The original MW2 was too strange for me, I had no idea of who were those "clans" why they were fighting nor the trials nor anything. I thought there were only two. Took me years to know that there were more. There was too much text that I had no idea how to interpret with my 201 level of English. But MW2: Merc was clear and also you had to administrate the contracts, watch out your finances but there was this thing with the diary that made me feel like a real mechwarrior, this included reflexions about the missions, it fleshed out some personality for the protagonist, the originality of missions to escape the Clans or participate in a battles like the liberation of Prosperpina or the defense in Luthien that made me understand more about what the whole BattleTech universe was about. Those were weeks or months-long campaigns where you had to imagine that you were paid to do uneventful patrols and move around. I loved it.

MW4: Mercs had also several of those aspects and also much better graphics, I knew what I was shooting and where I was hitting (I wasn't sure when I hit something with an AutoCannon in MW2), it gave me some freedom to choose planets, contracts, paths, infamy or nobility but I have the feeling that it wasn't deep enough. By then (thanks to MW2: Mercs) I knew what the whole FedCom civil war was about and who were the Clans, etc., but I think that without that knowledge the game would be as weird as MW2 refusal war was. The game felt kind of short. Also, only Specter and Castle were the only characters that were kind of developed and their motivations and past weren't very fleshed out. On the other hand, the missions had more "personality", on their own, it was more faithful to the official lore and of course, there was DUNCAN FISHER!

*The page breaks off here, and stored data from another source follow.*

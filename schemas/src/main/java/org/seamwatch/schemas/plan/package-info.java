/**
 * The plan: what is watched, how, and how often it may be wrong. Records hold checked values with their defaults; the
 * reader names file, line and key of what it refuses. Start from {@link org.seamwatch.schemas.plan.Plan}.
 */
@NullMarked
package org.seamwatch.schemas.plan;

import org.jspecify.annotations.NullMarked;
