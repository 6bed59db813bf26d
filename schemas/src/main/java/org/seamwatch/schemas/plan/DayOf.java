package org.seamwatch.schemas.plan;

/** Which date of a report makes its day. */
public enum DayOf {
    /** {@code reportDate}, else the local date of {@code reportedAt}. */
    REPORT("report"),
    /** {@code eventDate}. */
    EVENT("event");

    private final String word;

    DayOf(String word) {
        this.word = word;
    }

    /** The word in the plan. */
    public String word() {
        return word;
    }
}
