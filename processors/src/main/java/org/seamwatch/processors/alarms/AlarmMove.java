package org.seamwatch.processors.alarms;

import java.time.LocalDate;
import org.jspecify.annotations.Nullable;
import org.seamwatch.schemas.record.Change;

/**
 * A change of an alarm.
 *
 * @param alarm the alarm after it
 * @param change what is said of it; null where revised days moved it and nothing is to be said
 * @param day the day of the series it belongs to
 */
public record AlarmMove(AlarmState alarm, @Nullable Change change, LocalDate day) {}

So, I'm between those two... and this one, of course.
 
There are quite a few games to love, but I have to go with The Crescent Hawk's Revenge, which was, at the time, a pretty close, real-time version of the TT.
Man, I played that game to death (even though the "prison-break" mission made me rage-quit more than once with it's ridiculous difficulty).
 
There are quite a few games to love, but I have to go with The Crescent Hawk's Revenge, which was, at the time, a pretty close, real-time version of the TT.
Man, I played that game to death (even though the "prison-break" mission made me rage-quit more than once with it's ridiculous difficulty).
Wouldn't have been near so bad if you could withhold missle fire on your crusaders (IIRC the mission) Wasting LRM's and SRM on Infantry sucks... when you still have a long way to go.
 
I hear so much fondness for the Crescent Hawk games... I hope someday we see a remake.
I´d love to play them, but given MW2 is already too dated to me in graphics, there is no way i´ll play the original games (even if by some miracle i managed to make´em run in a modern PC).
 
I hear so much fondness for the Crescent Hawk games... I hope someday we see a remake.
I´d love to play them, but given MW2 is already too dated to me in graphics, there is no way i´ll play the original games (even if by some miracle i managed to make´em run in a modern PC).

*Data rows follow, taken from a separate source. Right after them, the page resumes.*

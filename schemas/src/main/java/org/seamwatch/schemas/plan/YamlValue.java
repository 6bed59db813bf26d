package org.seamwatch.schemas.plan;

import java.time.LocalDate;
import java.time.format.DateTimeParseException;
import java.util.ArrayList;
import java.util.List;
import java.util.regex.Matcher;
import java.util.regex.Pattern;
import org.seamwatch.schemas.InputException;
import org.yaml.snakeyaml.nodes.MappingNode;
import org.yaml.snakeyaml.nodes.Node;
import org.yaml.snakeyaml.nodes.ScalarNode;
import org.yaml.snakeyaml.nodes.SequenceNode;
import org.yaml.snakeyaml.nodes.Tag;

/** A value of the plan, with its path and line. Scalars are taken as written, so an id 007 stays 007. */
final class YamlValue {

    private static final Pattern WHOLE = Pattern.compile("-?[0-9]{1,9}");
    private static final Pattern DAYS = Pattern.compile("(-?[0-9]{1,9})d");
    private static final Pattern DECIMAL = Pattern.compile("[-+]?([0-9]+(\\.[0-9]*)?|\\.[0-9]+)([eE][-+]?[0-9]{1,3})?");
    private static final Pattern KILOMETRES = Pattern.compile("(.*[0-9.]) ?km");

    private final YamlFile file;
    private final String path;
    private final Node node;

    YamlValue(YamlFile file, String path, Node node) {
        this.file = file;
        this.path = path;
        this.node = node;
    }

    String path() {
        return path;
    }

    boolean isScalar() {
        return node instanceof ScalarNode;
    }

    boolean isMap() {
        return node instanceof MappingNode;
    }

    /** The scalar as written. */
    String text() {
        if (!(node instanceof ScalarNode scalar)) {
            throw rule("must be one value, was " + kind());
        }
        return scalar.getValue();
    }

    YamlMap map() {
        if (node instanceof MappingNode mapping) {
            return new YamlMap(file, path, mapping);
        }
        if (node instanceof ScalarNode && Tag.NULL.equals(node.getTag())) {
            return YamlMap.empty(file, path, node);
        }
        throw rule("must have keys, was " + kind());
    }

    /** The items of a list. */
    List<YamlValue> list() {
        if (!(node instanceof SequenceNode sequence)) {
            throw rule("must be a list, was " + kind());
        }
        List<YamlValue> items = new ArrayList<>();
        for (Node item : sequence.getValue()) {
            YamlValue value = new YamlValue(file, path + "[" + items.size() + "]", item);
            if (Tag.NULL.equals(item.getTag())) {
                throw value.rule("must have a value, was empty");
            }
            items.add(value);
        }
        return items;
    }

    /** The items of a list that must have some. */
    List<YamlValue> filledList() {
        List<YamlValue> items = list();
        if (items.isEmpty()) {
            throw rule("must have at least one item, was empty");
        }
        return items;
    }

    int integer(int lowest, int highest) {
        String text = text();
        if (!WHOLE.matcher(text).matches()) {
            throw rule("must be a whole number, was " + quoted(text));
        }
        return inRange(Integer.parseInt(text), lowest, highest, text);
    }

    int days(int lowest, int highest) {
        String text = text();
        Matcher days = DAYS.matcher(text);
        if (!days.matches()) {
            throw rule("must be whole days like 28d, was " + quoted(text));
        }
        return inRange(Integer.parseInt(days.group(1)), lowest, highest, text);
    }

    private int inRange(int value, int lowest, int highest, String text) {
        if (value < lowest || value > highest) {
            throw rule("must be in " + lowest + " to " + highest + ", was " + text);
        }
        return value;
    }

    double decimal() {
        return decimal(text());
    }

    private double decimal(String text) {
        if (!DECIMAL.matcher(text).matches()) {
            throw rule("must be a number, was " + quoted(text));
        }
        return Double.parseDouble(text);
    }

    double above0() {
        double value = decimal();
        if (!(value > 0 && value < Double.POSITIVE_INFINITY)) {
            throw rule("must be above 0, was " + text());
        }
        return value;
    }

    double kilometres() {
        Matcher kilometres = KILOMETRES.matcher(text());
        if (!kilometres.matches()) {
            throw rule("must be a distance like 40km, was " + quoted(text()));
        }
        double value = decimal(kilometres.group(1));
        if (!(value > 0 && value <= 20_000)) {
            throw rule("must be above 0km, at most 20000km, was " + text());
        }
        return value;
    }

    LocalDate date() {
        try {
            return LocalDate.parse(text());
        } catch (DateTimeParseException e) {
            throw rule("must be a date like 2024-01-06, was " + quoted(text()));
        }
    }

    /** An id: not empty, at most 200 characters, without {@code /}, {@code |}, white space and control characters. */
    String id() {
        String id = text();
        if (id.isEmpty() || id.length() > 200) {
            throw rule("must have 1 to 200 characters, was " + quoted(id));
        }
        if (id.chars().anyMatch(c -> c == '/' || c == '|' || Character.isWhitespace(c) || Character.isISOControl(c))) {
            throw rule("must have no /, | or white space, was " + quoted(id));
        }
        return id;
    }

    /** Patterns of region ids: at least one, with {@code *} for any characters and commas between them. */
    String patterns() {
        String patterns = text();
        if (patterns.replace(",", "").isBlank()) {
            throw rule("must have patterns like 05*, was " + quoted(patterns));
        }
        return patterns;
    }

    /** One of some words. */
    String word(String what, List<String> known) {
        String word = text();
        if (!known.contains(word)) {
            throw error("unknown " + what + " " + quoted(word) + Nearest.known(word, known));
        }
        return word;
    }

    /** An error that names the path, then a rule of its value: {@code path must be ..., was ...}. */
    InputException rule(String rule) {
        return file.error(node, path.isEmpty() ? "the plan " + rule : path + " " + rule);
    }

    /** An error that names the path, then says what is wrong: {@code path: unknown ...}. */
    InputException error(String message) {
        return file.error(node, path + ": " + message);
    }

    private static String quoted(String text) {
        String shown = text.codePoints()
                .limit(80)
                .map(c -> Character.isISOControl(c) ? '?' : c)
                .collect(StringBuilder::new, StringBuilder::appendCodePoint, StringBuilder::append)
                .toString();
        return '"' + shown + '"';
    }

    private String kind() {
        if (node instanceof MappingNode) {
            return "a mapping";
        }
        return node instanceof SequenceNode ? "a list" : quoted(((ScalarNode) node).getValue());
    }
}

By now I would expect that GOG would have them all for $9.99 and ready to run in modern PCs but who knows who owns the rights for them? Microsoft?
 
Dated graphics don't bother me at all. I played MechWarrior 2 not that long ago and it was still great fun. I completed both the Clan Wolf and Jade Falcon. If there was one thing that did bug me, it was the lack of good key bindings. You can bind some keys, but many wanted to be set in stone. It made for some awkward controls for a modern game. I tried changing the bindings in DosBox, but that made the game crash when it went to launch the missions.
 
It had to be the first Mechwarrior, The Crescent Hawk's Inception, that I used to jam on my C64. Never been so terrified of seeing a Stinger in my life.

Then I found out my friend never traded in the Chameleon training mech, and PWNed all. In a game where the king of the battlefield is 35 tons, a 50 tonner might as well be an Atlas.

Good times!
 
You could almost do a series of Flashpoints using this game to remake Cresent Hawks Inception, just don't have the open world feel. And you'd need a management system that didn't depend on the Leopard/Argo.